I gave the sale of No. 11 to John Fitzpatrick the local auctioneer and valuer and an uncle of the solicitor Peter Fitzpatrick who was later to do the conveyancing work on No. 56 for me. John came and looked around No.11. He took notes of the necessary details and left. Before he reached his car he turned and came back to tell me that it would be useful if he could put in the newspaper advertisement that outline planning permission for a new house was available on the site. I was so tired of that episode that I did not even bother to tell John that planning permission could not be obtained. Imagine my amazement when John returned three days later to tell me among other things that he had got outline planning permission for No. 11 to put in his advertisement! An architect had been refused outline planning permission twice over many weeks, yet an auctioneer without any plans or drawings was able to get it in three days!

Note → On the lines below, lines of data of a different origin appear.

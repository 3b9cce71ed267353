"""Type B uncertainty: the formula of the accuracy statement, worked by hand."""

from math import atan2, cos, hypot, radians, sin, sqrt

import numpy as np
import pytest

from ohmward.metrology.accuracy import add_independent, add_resolution, impedance_uncertainty
from ohmward.metrology.errors import AccuracyHole
from ohmward.terms.accuracy import AccuracyBand, ImpedanceAccuracy, LevelFactor

BAND = AccuracyBand(
    frequency_min_hz=100,
    frequency_max_hz=1e5,
    impedance_min_ohm=1,
    impedance_max_ohm=1e6,
    magnitude_rel=1e-3,
    phase_rad=2e-3,
)
WIDE = AccuracyBand(
    frequency_min_hz=20,
    frequency_max_hz=1e6,
    impedance_min_ohm=0,
    impedance_max_ohm=1e8,
    magnitude_rel=5e-3,
    phase_rad=5e-3,
)
ACCURACY = ImpedanceAccuracy(
    distribution="rectangular",
    bands=(BAND, WIDE),
    short_ohm=0.01,
    open_s=1e-8,
    level_factors=(
        LevelFactor(level_min_v=0.5, factor=1.0),
        LevelFactor(level_min_v=0.1, factor=2.0),
    ),
    integration_factors=(("long", 1.0), ("short", 3.0)),
    cable_factor_per_m=0.5,
    frequency_rel=1e-4,
    temperature_factor_per_k=0.1,
)


def _u(r: float, x: float, **more: object) -> tuple[float, float, float]:
    setting = {"frequency_hz": 1e3, "level_v": 1.0, "integration": "long", **more}
    u_r, u_x, rho = impedance_uncertainty(ACCURACY, r=r, x=x, **setting)
    return float(u_r), float(u_x), float(rho)


def test_a_pure_resistance_takes_magnitude_and_a_pure_reactance_takes_phase() -> None:
    residual = 0.01 / 100 + 1e-8 * 100
    u_r, u_x, rho = _u(100.0, 0.0)
    assert u_r == pytest.approx(100 * (1e-3 + residual) / sqrt(3), rel=1e-12)
    assert u_x == pytest.approx(100 * (2e-3 + residual) / sqrt(3), rel=1e-12)
    assert rho == 0.0
    u_r, u_x, _ = _u(0.0, -100.0)
    assert u_r == pytest.approx(100 * (2e-3 + residual) / sqrt(3), rel=1e-12)
    # the frequency's own half-width reaches the reactance only
    assert u_x == pytest.approx(hypot(100 * (1e-3 + residual), 100 * 1e-4) / sqrt(3), rel=1e-12)


def test_between_the_axes_r_and_x_are_correlated() -> None:
    r, x = 100 * cos(radians(-45)), 100 * sin(radians(-45))
    u_r, u_x, rho = _u(r, x)
    residual = 0.01 / 100 + 1e-8 * 100
    u_m, u_t = 100 * (1e-3 + residual) / sqrt(3), 100 * (2e-3 + residual) / sqrt(3)
    theta = atan2(x, r)
    assert rho * u_r * u_x == pytest.approx(cos(theta) * sin(theta) * (u_m**2 - u_t**2), rel=1e-12)


@pytest.mark.parametrize(
    ("setting", "factor"),
    [
        ({"level_v": 0.2}, 2.0),
        ({"level_v": 0.4999}, 1.0),  # regulated a hair below the 0.5 V that was asked for
        ({"integration": "short"}, 3.0),
        ({"cable_m": 2.0}, 2.0),
        ({"temperature_c": 33.0}, 1.5),
        ({"temperature_c": 16.0}, 1.2),
        ({"temperature_c": 23.0}, 1.0),
        ({"temperature_c": float("nan")}, 1.0),
    ],
)
def test_factors_multiply(setting: dict[str, object], factor: float) -> None:
    assert _u(100.0, 0.0, **setting)[0] == pytest.approx(factor * _u(100.0, 0.0)[0], rel=1e-9)


def test_the_first_band_that_contains_the_point_counts() -> None:
    assert _u(0.5, 0.0)[0] == pytest.approx((0.5 * 5e-3 + 0.01) / sqrt(3), rel=1e-6)
    at_zero = _u(0.0, 0.0)
    assert at_zero[0] == pytest.approx(0.01 / sqrt(3), rel=1e-9)


@pytest.mark.parametrize(
    "setting",
    [{"frequency_hz": 10.0}, {"level_v": 0.05}, {"integration": "medium"}],
)
def test_a_hole_is_named_or_left_as_nan(setting: dict[str, object]) -> None:
    with pytest.raises(AccuracyHole):
        _u(100.0, 0.0, **setting)
    assert all(np.isnan(part) for part in _u(100.0, 0.0, **setting, holes="nan")[:2])


def test_an_unknown_distribution_is_refused() -> None:
    odd = ImpedanceAccuracy(distribution="triangular", bands=(WIDE,))
    with pytest.raises(AccuracyHole):
        impedance_uncertainty(odd, frequency_hz=1e3, r=1.0, x=0.0, level_v=1.0, integration="long")


def test_resolution_belongs_to_the_pair_that_was_sent() -> None:
    """δ(D)/√12 of a Cs–D pair moves R by |X|·δ/√12, and C's last digit moves X."""
    x = 1 / (2 * np.pi * 1e3 * 1e-7)
    zero = (np.zeros(()), np.zeros(()), np.zeros(()))
    u_r, u_x, _ = add_resolution(
        zero,
        pair="Cs-D",
        first=1e-7,
        second=0.0,
        first_resolution=1e-12,
        second_resolution=1e-4,
        frequency_hz=1e3,
    )
    assert float(u_r) == pytest.approx(x * 1e-4 / sqrt(12), rel=1e-9)
    assert float(u_x) == pytest.approx(x * 1e-5 / sqrt(12), rel=1e-9)


def test_independent_parts_add_as_matrices() -> None:
    parts = [(3.0, 1.0, 0.5), (4.0, 2.0, -1.0)]
    total = sum(np.array([[a * a, c * a * b], [c * a * b, b * b]]) for a, b, c in parts)
    found = add_independent(*[tuple(np.asarray(value) for value in part) for part in parts])
    u_r, u_x, rho = (float(value) for value in found)
    assert [[u_r**2, rho * u_r * u_x], [rho * u_r * u_x, u_x**2]] == pytest.approx(total)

We visited the Jennings bungalow several times while we waited for a buyer for No 11, it was a delight to see. Unfortunately it was not to be ours. No realistic offers were made for No. 11 before the bungalow was sold. Although I now had outline planning permission for a new dwelling at No. 11 I was not prepared to endure the obvious hassle that such an undertaking was bound to incur. My decision on this matter was confirmed to me when I received a letter from DDC dated February 24th 1976. The letter read;

"Dear sir, Re: Erection of Dwelling at 11 Newcastle Road, Ballynahinch for Mr. F. G. Rice A top outlet septic tank can be satisfactorily sited with soakaways as indicated on attached plan.
Yours faithfully,
G. Jones. DISTRICT CHIEF PUBLIC HEALTH INSPECTOR."

I was to learn later that Mr. Jones was Mr. Nicholson's boss. At the time of writing, 1990, Mr. Jones has retired and Mr. Nicholson has taken his place as DDC's Chief Environmental Health Inspector. Not only was the septic tank inked in on a copy of an ordinance survey map along with soakaways in ball point pen, but unbelievably, there was also a previously and properly drawn in outline of Mr. McKee's proposed bungalow with a sewerage disposal line also properly drawn in, from the proposed bungalow to a manhole in the NIHE estate opposite No. 11. The question has to be asked why four professional people from local and central Government departments in Downpatrick lied to me.

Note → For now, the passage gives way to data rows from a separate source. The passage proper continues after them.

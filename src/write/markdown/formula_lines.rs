//! Long formulas over several lines, broken after an operator as far outside as possible.

/// Lines longer than this are broken, characters.
const LONGEST: usize = 100;
/// How much deeper than the equals sign a line goes on.
const DEEPER: usize = 4;

/// Characters that take a place on the line.
pub(super) fn width(text: &str) -> usize {
    text.chars().count()
}

/// `<head> = <formula>` with the equals sign in the given column, broken where it is too long.
pub(super) fn broken(head: &str, column: usize, formula: &str) -> String {
    let chars: Vec<char> = formula.chars().collect();
    let breaks = break_points(&chars);
    let mut text = format!("{head}{}= ", " ".repeat(column - width(head)));
    let mut start = 0;
    let mut used = column + 2;
    while used + (chars.len() - start) > LONGEST {
        let room = LONGEST.saturating_sub(used);
        let mut ahead = breaks.iter().filter(|point| point.at > start);
        let outermost = ahead.clone().filter(|point| point.at - start <= room).map(|point| point.depth).min();
        let chosen = match outermost {
            Some(depth) => ahead.rfind(|point| point.depth == depth && point.at - start <= room),
            // Nothing fits: the first place there is.
            None => ahead.clone().next(),
        };
        let Some(chosen) = chosen else { break };
        text.extend(&chars[start..chosen.at]);
        let kept = text.trim_end().len();
        text.truncate(kept);
        text.push('\n');
        text.push_str(&" ".repeat(column + DEEPER));
        used = column + DEEPER;
        start = chosen.at;
    }
    text.extend(&chars[start..]);
    text
}

/// A place after an operator. Sums count as further outside than the products in them.
#[derive(Debug, Clone, Copy)]
struct BreakPoint {
    at: usize,
    depth: usize,
}

fn break_points(chars: &[char]) -> Vec<BreakPoint> {
    let mut points = Vec::new();
    let mut depth = 0_usize;
    let mut in_unit = false;
    for (at, &c) in chars.iter().enumerate() {
        let before = at.checked_sub(1).map(|at| chars[at]);
        let after = chars.get(at + 1).copied();
        match c {
            '(' => depth += 1,
            ')' => {
                depth = depth.saturating_sub(1);
                in_unit = false;
            }
            '|' if before.is_none_or(|before| "(·/ |".contains(before)) && after != Some(' ') => depth += 1,
            '|' => {
                depth = depth.saturating_sub(1);
                in_unit = false;
            }
            ',' => in_unit = false,
            '+' | '−' if before == Some(' ') && after == Some(' ') => {
                in_unit = false;
                points.push(BreakPoint { at: at + 2, depth: 2 * depth });
            }
            // What follows a blank is a unit, unless the blank belongs to an operator or a comma.
            ' ' => in_unit = before.is_some_and(|before| !"+−,".contains(before)),
            '·' | '/' if !in_unit => points.push(BreakPoint { at: at + 1, depth: 2 * depth + 1 }),
            _ => {}
        }
    }
    points
}

#[cfg(test)]
mod tests {
    use super::*;

    #[test]
    fn units_are_never_broken_and_sums_break_first() {
        let term = "(12.345 kN·m/rad)·(0.000123 rad)/(4000 mm)²";
        let formula = [term, term, term].join(" + ");
        let text = broken("M₁", 3, &formula);
        assert_eq!(text, format!("M₁ = {term} + {term} +\n       {term}"));
        assert!(text.lines().all(|line| width(line) <= LONGEST));
    }

    #[test]
    fn one_long_product_breaks_after_a_factor_and_joins_again() {
        let formula = ["(1234.5678 kN/m²)"; 9].join("·");
        let text = broken("x", 2, &formula);
        let joined: String = text.lines().map(str::trim).collect();
        assert_eq!(joined, format!("x = {formula}"));
        assert!(text.lines().skip(1).all(|line| line.starts_with("      (")), "{text}");
    }

    #[test]
    fn magnitudes_hold_together() {
        let inside = ["(1234.5678 kN·m)"; 4].join(" − ");
        let formula = format!("|{inside}| + |{inside}|");
        assert_eq!(broken("x", 2, &formula), format!("x = |{inside}| +\n      |{inside}|"));
    }
}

Why was I told that outline planning permission could not be granted because of sewerage disposal problems, problems which were not obvious to a qualified architect, when that permission was there for the asking by an auctioneer?

For legal reasons there is much of this story that I am unable to include in the following chapters. Names in italics have been changed from the names of the real participants in this shocking fraud and are fictitious. My main aim throughout has been to tell the truth and I use as much documented evidence as has been possible and relevant in telling the truth while keeping within the law.